Obika Mozzarella Bar's thrice-weekly imports of Mozzarella di Bufala Campana DOP are displayed within glass cases like pastry. There's a lot of cheese here, but you'd be doing yourself a disservice if you didn't order the Stracciatella. It's the heart of a good burrata, and, as if to prove that there's something superior about the Italian bovines that produce it, it's sweet, even if it's not actually sweetened.
The last line in 'The Farmer in the Dell' suggests that cheese can stand alone. But it's usually better with a hunk of bread, a few ripe figs or a spoonful of honey. In the case of Stracciatella, Eggplant Caponata makes a marvelous partner.

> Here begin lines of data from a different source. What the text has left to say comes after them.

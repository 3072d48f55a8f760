//! Exact best assignment of predicted groups to observed multiplets, by
//! depth-first branch and bound with symmetry reduction, local search on the
//! incumbents and two Lagrangian bounds.
//!
//! The problem: each of G predicted groups goes to one of M observed
//! multiplets or to none; several groups may share one multiplet (overlap).
//! The cost is separable per group (shift, multiplicity, J, or the
//! unassigned penalty) plus a per-multiplet term f_j(H, k) of the H sum H
//! and the number k of groups it holds (integral mismatch of H, overlap per
//! group beyond the first, or the unexplained penalty when empty). The
//! per-multiplet term couples the groups and is not linear in the groups'
//! H, so neither a greedy choice per group nor a plain assignment solver
//! gives the optimum. The same code serves 13C lists (carbons in place of H).
//!
//! Branch and bound (Land & Doig, Econometrica 1960, 28, 497) over groups in
//! a fixed order (larger groups first), each group's options tried cheapest
//! first, with five additions that keep the search small when spectra are
//! long or repetitive:
//!
//! 1. **Identical groups** (same cost row, unassigned cost and H) are
//!    interchangeable: they sit next to each other in the search order and
//!    take options in non-decreasing order, so each multiset of choices is
//!    visited once instead of in every permutation.
//! 2. **Identical multiplets** (same cost column for every group, same
//!    observed H, unexplained and overlap cost) are interchangeable too. Per
//!    class of identical groups (a row of the count matrix "how many groups
//!    of class c sit in multiplet j"), the columns of identical multiplets
//!    are kept in non-increasing lexicographic order: the lex-leader
//!    symmetry-breaking constraint (Crawford, Ginsberg, Luks & Roy, KR 1996,
//!    148). Every assignment has a column permutation that satisfies it at
//!    the same cost, so the optimum survives; checked incrementally because
//!    identical multiplets are adjacent among a group's sorted options.
//! 3. **Lagrangian bound** (Held & Karp, Math. Programming 1971, 1, 6;
//!    Fisher, Management Science 1981, 27, 1): the coupling constraints
//!    "H_j = sum of the H of its groups" and "k_j = number of its groups"
//!    are priced with multipliers lambda_j and mu_j = overlap_j. A group then
//!    pays pair + lambda_j h + mu_j on multiplet j, independently of the
//!    others, and multiplet j contributes min over the H it may still reach
//!    of f_j(H, k) - lambda_j (H - H0) - mu_j (k - k0); an empty multiplet
//!    contributes the cheaper of staying empty and being opened by some
//!    remaining group at that group's extra reduced cost, and no more
//!    multiplets can be opened than groups remain. For every choice of
//!    lambda this is a lower bound, so the search stays exact; lambda is
//!    chosen once per instance by subgradient ascent (Held, Wolfe & Crowder,
//!    Math. Programming 1974, 6, 62) on the root relaxation, and only when
//!    the search has not finished after [`STRONG_AFTER`] nodes (ordinary
//!    spectra never pay for it).
//! 4. **Local search** on the incumbents: one group moved to another
//!    multiplet (or none), or two groups exchanging places, while the total
//!    drops (a plain descent over these two neighbourhoods, as in the
//!    interchange heuristics for assignment problems).
//! 5. **Line bound** ([`super::line_bound`]), after [`LINES_AFTER`] nodes:
//!    the other Lagrangian relaxation, pricing "each group is placed once"
//!    with one multiplier per group, so that each multiplet takes its best
//!    subset of the remaining groups at its exact term (a knapsack table by
//!    H per multiplet and depth). It sees what item 3 cannot: two groups
//!    wanting one line, a second group on a full line, and the integral
//!    deficit, at O(M x H) per node (a child changes one multiplet's term).
//!
//! 6. **Exchange dominance**: two groups of the same H exchanging their
//!    places leave every multiplet's H sum and group count as they were,
//!    so only their own costs change. An optimum therefore has no such
//!    exchange that lowers the total, and a node where a group and an
//!    earlier group of as many H would together cost strictly less with
//!    their places exchanged holds no optimum below it (a dominance rule
//!    in the sense of Ibaraki, J. ACM 1977, 24, 264:
//!    every assignment below it is beaten by the exchanged one). It is
//!    what keeps near-identical groups (the CH of two unsymmetrical phenyl
//!    rings, 0.1 ppm apart, against a 4C line) from being tried in every
//!    arrangement: with shift-ordered costs it leaves only the arrangements
//!    that keep the groups' order. Identical groups never improve by an
//!    exchange and are left to item 1; the lex-leader order of item 2 only
//!    permutes identical multiplets, which keeps an optimum optimal, so the
//!    two rules together still keep one optimum.
//!
//! Before all of this, a problem is split into independent parts
//! ([`super::split`]: pairs that no assignment cheaper than a known one can
//! use are set aside, and the connected components of the rest are
//! searched one by one), which keeps long spectra whose lines are spread
//! out at a cost about linear in their length.
//!
//! The cheap bound of every node (kept from the earlier search, which
//! remains in `assign_reference.rs` for the tests and the benchmark) adds to
//! the cost so far:
//! - the cheapest option of every group still to place (their separable part);
//! - for each multiplet already holding groups: its overlap cost and, when it
//!   already holds more H than observed, its integral cost (the H sum only
//!   grows, and the integral cost grows with it past the observed value);
//! - for each multiplet still empty: the cheaper of staying empty (its
//!   unexplained cost) and the least extra any group still to place would
//!   pay to go there instead of to its own cheapest option, plus the least
//!   term the multiplet can have once it holds groups (`line_floors`: a
//!   4-carbon line filled by one-carbon classes pays three overlaps or a
//!   missing count; also tried before the search, against the cutoff)
//!   (distinct
//!   multiplets need distinct groups, so these extras add up, and at most as
//!   many multiplets as groups remain can take the cheaper branch);
//! - the deficit bound: multiplets holding fewer H than observed need
//!   D H more in total, the groups left carry R H, so at least D - R H stay
//!   missing; with quadratic costs the cheapest way to spread them is
//!   proportional to sigma^2, giving (D - R)^2 / (2 sum sigma^2).
//!
//! A node is cut when any bound reaches the best cost found. A cutoff
//! (the current k-th best cost of the ranking) makes the search return
//! nothing as soon as no assignment can beat it. The Lagrangian bounds are
//! lowered by a relative 1e-9 before it cuts, so rounding in its sums
//! (reduced costs added, multipliers subtracted) cannot cut an optimum.

use super::line_bound::{LineBound, Order};
use super::small::{self, Small};
use super::split::Split;

/// Marker for "no observed multiplet".
pub const NONE: u16 = u16::MAX;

It's safe to say that there are better renditions of eggplant caponata out there. Mario Batali makes one. But in terms of an accompaniment, this Stracciatella di Burrata couldn't ask for much more. Obika's caponata has the chutzpa to be both cloyingly astringent and delicately sweet. Golden raisins, soft pine nuts and fresh, skinned almonds offer texture and sort of let you forget that you're eating roasted and sauteed eggplant. Which, let's face it, isn't the most pleasant of textures.

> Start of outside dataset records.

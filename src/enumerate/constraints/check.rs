//! The constraint tests on complete skeletons and complete structures, with
//! the work space one generator thread keeps for them.

use super::fragment::AROMATIC;
use super::{Bounds, CarbonClass, MAX_H};
use crate::chem::aromaticity::{Aromaticity, Perceiver};
use crate::chem::canon::MAX_ATOMS;
use crate::chem::flat::FlatMolecule;
use crate::chem::rings::RingInfo;
use crate::chem::Element;
use crate::enumerate::generator::{bits, Node, Problem};
use crate::enumerate::Isomer;
use std::sync::Arc;

/// One generator thread's constraint state: the bounds, this problem's
/// kind-to-element tables, the cuts counted so far (added to the shared
/// totals when dropped) and perception buffers.
pub struct Work {
    pub bounds: Arc<Bounds>,
    /// Per kind, its element slot where `max_below` bounds that element.
    pub skeleton_slots: [u8; crate::enumerate::generator::MAX_KINDS],
    /// Per kind, its element slot where `h_below` bounds that element.
    pub order_slots: [u8; crate::enumerate::generator::MAX_KINDS],
    /// Per kind, its element slot (every kind).
    slot_of_kind: Vec<usize>,
    /// Whether any bond-order test is needed (H counts given).
    pub orders_test: bool,
    pub cuts: Vec<[u64; 3]>,
    flat: FlatMolecule,
    rings: RingInfo,
    perceiver: Perceiver,
    aromatic: Aromaticity,
    /// Per bond kind (0 any, 1-3 non-aromatic orders, 4 aromatic), per atom,
    /// its neighbours by such a bond.
    kind_nb: [[u64; MAX_ATOMS]; 5],
    /// The carbon-type caps the bond-order stage can test ([`PiCaps`]);
    /// `None` without carbon types.
    pub pi_caps: Option<PiCaps>,
    pi: PiState,
    /// Bit k set: kind k is carbon.
    carbon_kinds: u64,
    /// For [`Work::carbons_fit`]: per H count h and extra order x, the
    /// most carbons with h H and x (from the carbon types per H count),
    /// and per h the most carbons with h H; `None` when neither bounds
    /// anything.
    carbon_hx: Option<([[u32; 3]; MAX_H + 1], [u32; MAX_H + 1])>,
    /// For [`Work::saturated_ok`]: the most carbons without H of the sp3
    /// and of the sp3-hetero class; `None` without types per H count.
    saturated_caps: Option<(u32, u32)>,
}

/// Carbon-type bounds that hold for every partial bond-order assignment,
/// because the class a carbon has once it holds a triple bond, two double
/// bonds or a double bond to O is final: orders only rise, a carbon has
/// room for no further multiple bond, and none of those bonds is aromatic
/// (an exocyclic C=O never is; an atom with two multiple bonds is never an
/// aromaticity candidate, src/chem/aromaticity.rs, as in RDKit's model).
#[derive(Clone, Copy, Debug)]
pub struct PiCaps {
    /// Most carbons with a triple bond ([`CarbonClass::Triple`]).
    triple: u32,
    /// Most carbons with two double bonds to C ([`CarbonClass::Cumulated`]).
    cumulated: u32,
    /// Most carbons with a double bond to O (a part of
    /// [`CarbonClass::Carbonyl`]; C=N and C=S may be aromatic, C=O never).
    oxo: u32,
    /// Most carbons with any raised order (the classes other than sp3 and
    /// sp3-hetero, at most carbons - their lower bounds).
    pi: u32,
    /// Most carbons left with single bonds only (sp3 and sp3-hetero).
    single: u32,
    /// Per attached-H count, the most finished carbons of each kind: with
    /// a triple bond, cumulated, with C=O, single bonds only, and any other
    /// raised bond (sp2, or a C=N / C=S carbonyl); from
    /// [`super::ClassCounts::hi_by_h`].
    by_h: Option<[[u32; MAX_H + 1]; 5]>,
}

The creamy cheese (served cold) and tangy eggplant (served warm) together make for a great – and reasonably priced – meal. And if you close your eyes, pop an olive or two in your mouth, and breathe deeply into your wine glass, you may even forget that you're inside a mall.
Eat This Now: Stracciatella di Burrata with Eggplant Caponata ($14) at Obika Mozzarella Bar.